Contrast this with say a toy, or camera, where there is a heavy load, and a rechargeable cell wins out, low impedance, decent enough capacity, and charge cycles are enough to last a few years in use. Primary cells do not last long here.
Also you do get rechargeable alkaline cells, which swap capacity for charge ability, in that they have much thicker cases, so as to handle the high pressure evolved inside, and also have thicker electrodes, so that the reaction can be reversed without causing the thin casing to erode away. The reversal is possible on regular cells, but they can only be partly recharged, as the optimised construction for highest capacity at a cost point means there is no extra electrolyte available to be consumed in the end of charge reactions, when hydrogen is being produced internally in the electrolyte, as there is little dissolved active material left. You can get partial recovery, provided you have not used around 30% of the capacity, and each cycle you only get around 80% back, though you have to put in 200% of the energy to reverse the reactions internally, as opposed to the rechargeable NiCd or NimH which is overall able to go to zero charge per cell. But absolutely no reverse charge, which destroys both primary and rechargeable cells. There you get around 75% of the charge in coulombs back, though there you need to charge slowly, so as to allow the chemistry to complete without heating up, otherwise fast charging (anything short of 12 hours per cell, at a current of 10% of the rated capacity in mAh) will generate a lot of heat, which reduces cell life by degrading separators, growing dendrites of the active metals and also generating hydrogen and oxygen gas, which can vent from the cell, removing electrolyte from the cell.
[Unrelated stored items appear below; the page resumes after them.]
// Repair, bench test and hand-back, end to end: a technician logs repair work and a part, records a
// failed test sheet (the ticket goes back to Repair), then a passed one (the owner gets the report
// by e-mail), moves the ticket to Return and fills the returned-items checklist. Closing is
// refused while a bench fee is due, and allowed once the treasurer records its payment.
import { expect, test } from '@playwright/test';
import { DEMO, MAIL_URL, SCREENSHOTS, signIn, waitForMail } from './support';

const TREASURER = { email: 'treasurer@kestrelfen.example', password: 'bench-demo-treasurer' };

test('repair log, a failed then a passed test sheet, return and hand-back; Close waits for fees', async ({ page, context, browser }) => {
  test.setTimeout(120_000);
  await signIn(page, DEMO.technician);
  const stamp = Date.now().toString(36);
  const ownerEmail = `ebba.strand.${stamp}@fenmail.example`;

  // A ticket in Repair, made through the API as the bench would.
  const xsrf = async () => (await context.cookies()).find((c) => c.name === 'XSRF-TOKEN')?.value ?? '';
  const opened = await page.request.post('/api/tickets', {
    headers: { 'X-XSRF-TOKEN': await xsrf() },
    data: {
      equipmentKind: 'transceiver', makeModel: `Fenwick Heron 100 e2e ${stamp}`, units: ['main body'], faultReported: 'No transmit output after a storm.',
      accessories: ['control cable', 'DC lead'], reflashConsent: false, notifyByEmail: true, owner: { name: 'Ebba Strand', email: ownerEmail },
    },
  });
  expect(opened.status()).toBe(201);
  let ticket = await opened.json();
  for (const to of ['diagnosis', 'repair']) {
    const moved = await page.request.post(`/api/tickets/${ticket.tag}/moves`, { headers: { 'X-XSRF-TOKEN': await xsrf() }, data: { to, version: ticket.version } });
    expect(moved.status()).toBe(200);
    ticket = await moved.json();
  }

  // Repair log: cautions beside the form, one piece of work and one part.
  await page.goto(`/tickets/${ticket.tag}`);
  await expect(page.getByText('Open equipment on the bench')).toBeVisible();
  await expect(page.getByText(/beryllium oxide/)).toBeVisible();
  const work = page.getByRole('form', { name: 'Log work done' });
  await work.getByLabel('What was done').fill('Replaced the driver transistor and checked the bias');
  await work.getByLabel('Time spent').fill('45');
  await work.getByRole('button', { name: 'Log work' }).click();
  await expect(page.getByRole('table', { name: 'Work done' })).toContainText('Replaced the driver transistor');
  const part = page.getByRole('form', { name: 'Record a part used' });
  await part.getByLabel('Part').fill('RF driver transistor');
  await part.getByLabel('Cost per item').fill('24.50');
  await part.getByRole('button', { name: 'Record part' }).click();
  await expect(page.getByRole('table', { name: 'Parts used' })).toContainText('24.50');
  await expect(page.getByText(/1 part at cost 24\.50/)).toBeVisible();
  await page.screenshot({ path: `${SCREENSHOTS}/repair-log.png`, fullPage: true });

  // To Bench test, and a sheet that fails on SWR: worked by hand, Pr 9 W of 100 W → Γ 0.3, SWR 1.86:1 > 1.5:1.
  await page.getByRole('button', { name: 'Move to Bench test' }).click();
  await expect(page.getByText('RF power on the bench')).toBeVisible();
  const sheetForm = page.getByRole('form', { name: 'New test sheet' });
  async function fillSheet(reflected: string) {
    await sheetForm.getByLabel('Supply at the radio').fill('13.8');
    await sheetForm.getByLabel('Receive current').fill('1.4');
    await sheetForm.getByLabel('Rated').fill('100');
    await sheetForm.getByLabel('Forward').fill('100');
    await sheetForm.getByLabel('Reflected').fill(reflected);
    await sheetForm.getByLabel('Dialled').fill('14.2');
    await sheetForm.getByLabel('Counter reads').fill('14.200008');
  }
  await fillSheet('9');
  await expect(sheetForm.getByText('This sheet will fail')).toBeVisible();
  await expect(sheetForm.getByText('20 m: SWR: 1.86:1')).toBeVisible();
  await page.screenshot({ path: `${SCREENSHOTS}/test-sheet-failing.png`, fullPage: true });
  await sheetForm.getByRole('button', { name: 'Save test sheet' }).click();
  await expect(page.getByText(/Test sheet 1 failed; the ticket went back to Repair/).first()).toBeVisible();
  await expect(page.locator('rw-state-chip').first()).toContainText('Repair');

  // Back to Bench test; Pr 2 W of 100 W → Γ 0.141, SWR 1.33:1: passes.
  await page.getByRole('button', { name: 'Move to Bench test' }).click();
  await fillSheet('2');
  await expect(sheetForm.getByText('this sheet will pass')).toBeVisible();
  await sheetForm.getByRole('button', { name: 'Save test sheet' }).click();
  await expect(page.getByRole('status').filter({ hasText: /Test sheet 2 passed\./ })).toBeVisible();
  await expect(page.getByRole('region', { name: 'Test sheet 2' })).toContainText('Passed');
  await expect(page.getByRole('region', { name: 'Test sheet 1' })).toContainText('Failed');
  await page.screenshot({ path: `${SCREENSHOTS}/test-sheet-passed.png`, fullPage: true });

  // The owner gets the report by e-mail, as a PDF.
  const mail = (await waitForMail(ownerEmail, /Bench test passed/)) as { attachments?: { contentType: string; fileName?: string; generatedFileName?: string }[] };
  expect(mail.attachments?.some((a) => a.contentType === 'application/pdf')).toBe(true);
  expect(MAIL_URL).toBeTruthy();

  // Return, and the returned-items checklist: the DC lead stays with the club's spares box, explained.
  await page.getByRole('button', { name: 'Move to Return' }).click();
  const checklist = page.getByRole('form', { name: 'Returned items' });
  await expect(checklist.getByRole('checkbox', { name: 'control cable' })).toBeChecked();
  await checklist.getByRole('checkbox', { name: 'DC lead' }).uncheck();
  await checklist.getByRole('button', { name: 'Save the hand-back' }).click();
  await expect(checklist.getByText('Say why DC lead does not go back.')).toBeVisible();
  await checklist.getByLabel('Why it does not go back').fill('Owner collected the DC lead earlier in the week.');
  await checklist.getByLabel('Collected by').fill('Ebba Strand');
  await checklist.getByRole('button', { name: 'Save the hand-back' }).click();
  await expect(page.getByText(/Handed back to Ebba Strand/).first()).toBeVisible();
  await page.screenshot({ path: `${SCREENSHOTS}/hand-back.png`, fullPage: true });

  // A bench fee is due: Close is refused for fees (the checklist is done), on the page and on the server.
  const fees = await (await page.request.get('/api/fees')).json();
  const diagnosisFee = fees.items.find((i: { code: string }) => i.code === 'diagnosis');
  const charged = await page.request.post(`/api/tickets/${ticket.tag}/ledger/charges`, {
    headers: { 'X-XSRF-TOKEN': await xsrf() },
    data: { feeItemId: diagnosisFee.id, quantity: 1 },
  });
  expect(charged.status()).toBe(201);
  const due = (await charged.json()).balance as number;
  await page.reload();
  await expect(page.getByText(/Fees are not settled yet/).first()).toBeVisible();
  await expect(page.getByRole('button', { name: 'Move to Closed' })).toBeDisabled();
  const current = await (await page.request.get(`/api/tickets/${ticket.tag}`)).json();
  const close = await page.request.post(`/api/tickets/${ticket.tag}/moves`, { headers: { 'X-XSRF-TOKEN': await xsrf() }, data: { to: 'closed', version: current.version } });
  expect(close.status()).toBe(422);
  expect((await close.json()).error.message).toMatch(/Fees are not settled/);

  // The treasurer records the cash the owner paid at the bench; the balance is zero and the ticket closes.
  const treasurer = await browser.newContext();
  const till = await treasurer.newPage();
  await signIn(till, TREASURER);
  const tillXsrf = (await treasurer.cookies()).find((c) => c.name === 'XSRF-TOKEN')?.value ?? '';
  const paid = await till.request.post(`/api/tickets/${ticket.tag}/ledger/payments`, {
    headers: { 'X-XSRF-TOKEN': tillXsrf },
    data: { method: 'cash', amount: due, reference: `Cash book ${stamp}` },
  });
  expect(paid.status()).toBe(201);
  await treasurer.close();
  await page.reload();
  await page.getByRole('button', { name: 'Move to Closed' }).click();
  await expect(page.locator('rw-state-chip').first()).toContainText('Closed', { timeout: 30_000 });
});

test('an admin edits a test limit with its source', async ({ page }) => {
  test.setTimeout(120_000);
  await signIn(page, DEMO.admin);
  await page.goto('/admin/test-limits');
  await expect(page.getByRole('heading', { name: 'Test limits' })).toBeVisible();
  const swr = page.locator('mat-card').filter({ hasText: 'Highest SWR into the dummy load' });
  await expect(swr.getByLabel('Source')).toHaveValue(/Common practice: SWR at most 1\.5:1/);
  await page.screenshot({ path: `${SCREENSHOTS}/test-limits.png`, fullPage: true });
  // The same figure, now with the club's own source (the verdicts of other tests do not change).
  await swr.getByLabel('Source').fill('Club rule: SWR at most 1.5:1 into the bench dummy load (committee, 2026)');
  const save = page.getByRole('button', { name: 'Save the limits' });
  await save.scrollIntoViewIfNeeded();
  await save.click();
  await expect(swr.getByText('Set by the club.')).toBeVisible();
  await expect(swr.getByLabel('Source')).toHaveValue(/Club rule/);
});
This applies to the common cell types, Zinc carbon and alkaline primary cells, and Nickel cadmium or nickel metal hydride secondary cells. You also get lithium based cells, also available commonly as a primary coin cell, like CR2032, or as lithium rechargeable cells in various chemistries, like pouch cells commonly seen inside equipment and ecigs, cells like the 18650 cell so common in torches, and also prismatic cells like used in mobile phone removeable batteries. Those are definitely all different, and need special care taken with them, so are not really a consumer useable product without understanding the safety and handling required.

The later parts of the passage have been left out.